Propose targeted probes, structured reviews, and experiments that surface new risk modes around major launches and feature changes.
Provide strategic analysis and future‑looking perspectives
Produce concise, decision‑ready briefs on AI‑social risks for leadership, safety forums, and partner teams.
Run scenario analyses that explore how AI‑social harms might evolve over the next 6–24 months (e.g., how attackers might adapt to Sora, how group chats could be used for coordination, likely pressure points for brands and public figures).
Benchmark OpenAI’s AI‑social risk profile and mitigations against external incidents and other platforms, highlighting gaps, strengths, and opportunities.
Shape safety readiness for social‑like AI products
Contribute to product readiness and launch reviews by laying out expected abuse modes, risk tradeoffs, and monitoring/response plans.

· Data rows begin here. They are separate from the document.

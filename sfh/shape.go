package sfh

import (
	"math"
	"math/rand/v2"
)

// shape is a component's age distribution, normalised to unit mass on
// [0, MaxAgeGyr], with closed forms for everything the History needs.
// Callers pass 0 ≤ lo ≤ hi ≤ MaxAgeGyr.
type shape interface {
	// pdf is the density at age, zero outside [0, MaxAgeGyr].
	pdf(age float64) float64
	// mass is the probability of [lo, hi].
	mass(lo, hi float64) float64
	// mean is the mean age on [lo, hi]; NaN when that range has no mass.
	mean(lo, hi float64) float64
	// span precomputes the inverse CDF restricted to [lo, hi].
	span(lo, hi float64) span
	// breaks appends ages where the density changes character (edges,
	// centres, a few widths out) so quadrature panels can start there.
	breaks(dst []float64) []float64
}

// spanKind selects the inverse CDF a span evaluates.
type spanKind uint8

const (
	spanUniform spanKind = iota
	spanExp
	spanNormal
	spanSteps
)

// span holds the constants of one component's inverse CDF restricted to
// [lo, hi]. It is a plain value with a switch instead of an interface so that
// drawing through it never allocates.
type span struct {
	kind   spanKind
	lo, hi float64
	mass   float64 // the component's probability of [lo, hi]

	// Exponential: density ∝ exp(−rate·r), r measured from the heavy end.
	rate      float64
	heavyHigh bool    // the density is largest at hi
	em1       float64 // expm1(−rate·(hi−lo))

	// Burst: age = mu + sigma·z with z from tn.
	mu, sigma float64
	tn        truncNormal

	// Piecewise: invert the cumulative between cumLo and cumHi.
	steps        *stepShape
	cumLo, cumHi float64
}

// quantile maps u in [0, 1) to an age in [lo, hi] distributed as the component
// restricted to that range.
func (s *span) quantile(u float64) float64 {
	var age float64
	switch s.kind {
	case spanUniform:
		age = s.lo + u*(s.hi-s.lo)
	case spanExp:
		// Distance from the heavy end at which the mass beyond it is v:
		// r = −log1p(v·expm1(−rate·w))/rate. With the heavy end at hi the
		// mass below the age is 1 − v, so v = 1 − u keeps u ↦ age increasing.
		if s.heavyHigh {
			age = s.hi + math.Log1p((1-u)*s.em1)/s.rate
		} else {
			age = s.lo - math.Log1p(u*s.em1)/s.rate
		}
	case spanNormal:
		age = s.mu + s.sigma*s.tn.quantile(u)
	case spanSteps:
		age = s.steps.quantile(s.cumLo + u*(s.cumHi-s.cumLo))
	}
	return clamp(age, s.lo, s.hi)
}

// flatExpMax is the largest decay rate × width for which sample draws an
// exponential span by rejection from the uniform: at most 1 + 0.25/2
// trials on average, and no logarithm.
const flatExpMax = 0.25

// sample draws an age from the span, exactly: the inverse CDF at a uniform
// number, except for an exponential that changes little across the span
// (a narrow age bin), drawn uniformly and kept with probability
// exp(−rate·r), r the distance from the heavy end. The Taylor bounds
// 1 − x + x²/2 − x³/6 ≤ e^(−x) ≤ 1 − x + x²/2 decide almost every trial
// without an exponential.
func (s *span) sample(r *rand.Rand) float64 {
	if s.kind != spanExp || !(s.rate*(s.hi-s.lo) <= flatExpMax) {
		return s.quantile(r.Float64())
	}
	w := s.hi - s.lo
	for {
		t, u := r.Float64(), r.Float64()
		x := s.rate * w * t
		upper := 1 - x + 0.5*x*x
		if u >= upper || (u >= upper-x*x*x*(1.0/6) && u >= math.Exp(-x)) {
			continue
		}
		if s.heavyHigh {
			return clamp(s.hi-t*w, s.lo, s.hi)
		}
		return clamp(s.lo+t*w, s.lo, s.hi)
	}
}

// newShape builds the shape of a validated smooth component or burst.
func newShape(c Component, maxAge float64) shape { return c.newShape(maxAge) }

Turn risk insights into practical guidance for internal teams (product, marketing, partnerships, communications) and, where appropriate, external partners using OpenAI technologies in social and brand contexts.
Develop reusable frameworks, playbooks, FAQs, and briefing materials that make it easier for the broader organization to understand AI‑social risks and respond consistently.
Qualifications & Skills
Significant experience (typically 5+ years) in trust and safety, integrity, security, policy analysis, or intelligence work focused on social media, messaging, online communities, or adjacent environments.
Demonstrated ability to analyze complex online harms (e.g., harassment, coordinated abuse, scams, synthetic media, influence operations, brand safety issues) and convert analysis into concrete, prioritized recommendations.
Strong analytical skills and comfort working with both qualitative and quantitative inputs—including casework, incident reports, OSINT, product context, policy frameworks, and basic metrics in partnership with data science.
Strong adversarial and product intuition, able to foresee how actors might adapt AI‑social and creative tools for misuse and evaluate how product mechanics, incentives, and UX decisions influence risk.
Experience designing and using risk frameworks and taxonomies (e.g., harm classification schemes, severity/likelihood matrices, prioritization models) to structure ambiguous spaces and support decision‑making.
Proven ability to work cross‑functionally with product, engineering, data science, operations, legal, and policy teams, including pushing for clarity on tradeoffs and following through on mitigation work.
Excellent written and verbal communication skills, including experience producing concise, executive‑ready briefs and explaining sensitive, complex issues in grounded, concrete terms.
Comfort operating in fast‑changing, ambiguous environments: you can identify weak signals, form hypotheses, test them quickly, and adjust as the product and threat landscape evolves.
Additional Information Compensation Range: $220K – $320K. OpenAI is an equal‑opportunity employer; we do not discriminate on the basis of race, religion, color, national origin, sex, sexual orientation, age, veteran status, disability, genetic information, or other applicable legally protected characteristics. For additional information, see OpenAI’s
Affirmative Action and Equal Employment Opportunity Policy Statement . Background checks for applicants will be administered in accordance with applicable law, and qualified applicants with arrest or conviction records will be considered for employment consistent with those laws, including the San Francisco Fair Chance Ordinance, the Los Angeles County Fair Chance Ordinance for Employers, and the California Fair Chance Act. For unincorporated Los Angeles County workers, criminal history may impact certain job duties. We are committed to providing reasonable accommodations to applicants with disabilities; requests can be made via the provided link. OpenAI Global Applicant Privacy Policy applies.